Work required: Give back each line of the material that contains the word "measurement".
### Data excerpts
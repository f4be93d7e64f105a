import { z } from 'zod';

const seqSchema = z.number().int().min(0).max(Number.MAX_SAFE_INTEGER);

/**
 * Gateway -> device, on stillwell/v1/{reservoirId}/backfill/{deviceId} (QoS 1): "send again the
 * readings fromSeq..toSeq (inclusive) that I never got". The device republishes those it still
 * holds on its telemetry topic with their original seq and time, then answers on backfill-reply.
 */
export const backfillRequestSchema = z
  .strictObject({
    /** echoed in the reply, so the gateway can match it to the gap it asked about */
    requestId: z.string().min(1).max(64),
    fromSeq: seqSchema,
    toSeq: seqSchema,
  })
  .refine((r) => r.toSeq >= r.fromSeq, {
    message: 'toSeq must not be below fromSeq',
    path: ['toSeq'],
  });
export type BackfillRequest = z.infer<typeof backfillRequestSchema>;

/**
 * Why a device cannot send a reading again:
 * - overrun: older than anything it still holds (its bounded buffer let it go)
 * - not-held: inside its buffer's span but never stored (lost in the device itself, e.g. a drop-out)
 * - not-produced: beyond the last sequence number it has produced
 */
export const BACKFILL_UNAVAILABLE_REASONS = ['overrun', 'not-held', 'not-produced'] as const;
export type BackfillUnavailableReason = (typeof BACKFILL_UNAVAILABLE_REASONS)[number];

/** Device -> gateway, on stillwell/v1/{reservoirId}/backfill-reply/{deviceId} (QoS 1). */
export const backfillReplySchema = z.strictObject({
  requestId: z.string().min(1).max(64),
  fromSeq: seqSchema,
  toSeq: seqSchema,
  /** how many readings of the range the device republished */
  resent: z.number().int().min(0),
  /** the parts of the range it cannot send, at most 100 runs */
  unavailable: z
    .array(
      z.strictObject({
        fromSeq: seqSchema,
        toSeq: seqSchema,
        reason: z.enum(BACKFILL_UNAVAILABLE_REASONS),
      }),
    )
    .max(100),
});
export type BackfillReply = z.infer<typeof backfillReplySchema>;
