import { z } from 'zod';
import { UNITS } from '../units/units.js';

export const QUALITIES = ['good', 'suspect', 'bad'] as const;
export const qualitySchema = z.enum(QUALITIES);
export type Quality = z.infer<typeof qualitySchema>;

export const idSchema = z
  .string()
  .regex(/^[a-z0-9][a-z0-9-]{0,63}$/, "lower-case letters, digits and '-', at most 64");
export const channelIdSchema = z
  .string()
  .regex(/^[a-z0-9][a-z0-9.-]{0,63}$/, "lower-case letters, digits, '.' and '-', at most 64");

/** One measurement as a device publishes it (JSON, one channel per message). */
export const telemetryMessageSchema = z.strictObject({
  deviceId: idSchema,
  channel: channelIdSchema,
  /** per-device sequence number, increasing by one for every message the device produces */
  seq: z.number().int().min(0).max(Number.MAX_SAFE_INTEGER),
  /** measurement time, ISO 8601 with an offset (UTC 'Z' recommended) */
  time: z.iso.datetime({ offset: true }),
  value: z.number().refine(Number.isFinite, 'must be a finite number'),
  unit: z.enum(UNITS),
  quality: qualitySchema,
});
export type TelemetryMessage = z.infer<typeof telemetryMessageSchema>;

/** The simulator's clock, published retained so that the gateway runs on plant time in the demo. */
export const siteClockMessageSchema = z.strictObject({
  /** plant time at the moment of publishing */
  siteTime: z.iso.datetime({ offset: true }),
  /** how many plant seconds pass per wall-clock second */
  speed: z.number().positive().max(100_000),
});
export type SiteClockMessage = z.infer<typeof siteClockMessageSchema>;

/** Formats zod issues as "field: problem; field: problem" for quarantine reasons and API errors. */
export function describeIssues(error: z.ZodError): string {
  return error.issues
    .map((issue) => `${issue.path.length ? issue.path.join('.') : '(message)'}: ${issue.message}`)
    .join('; ');
}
######
Result of the exercise:
/** One measurement as a device publishes it (JSON, one channel per message). */
  /** measurement time, ISO 8601 with an offset (UTC 'Z' recommended) */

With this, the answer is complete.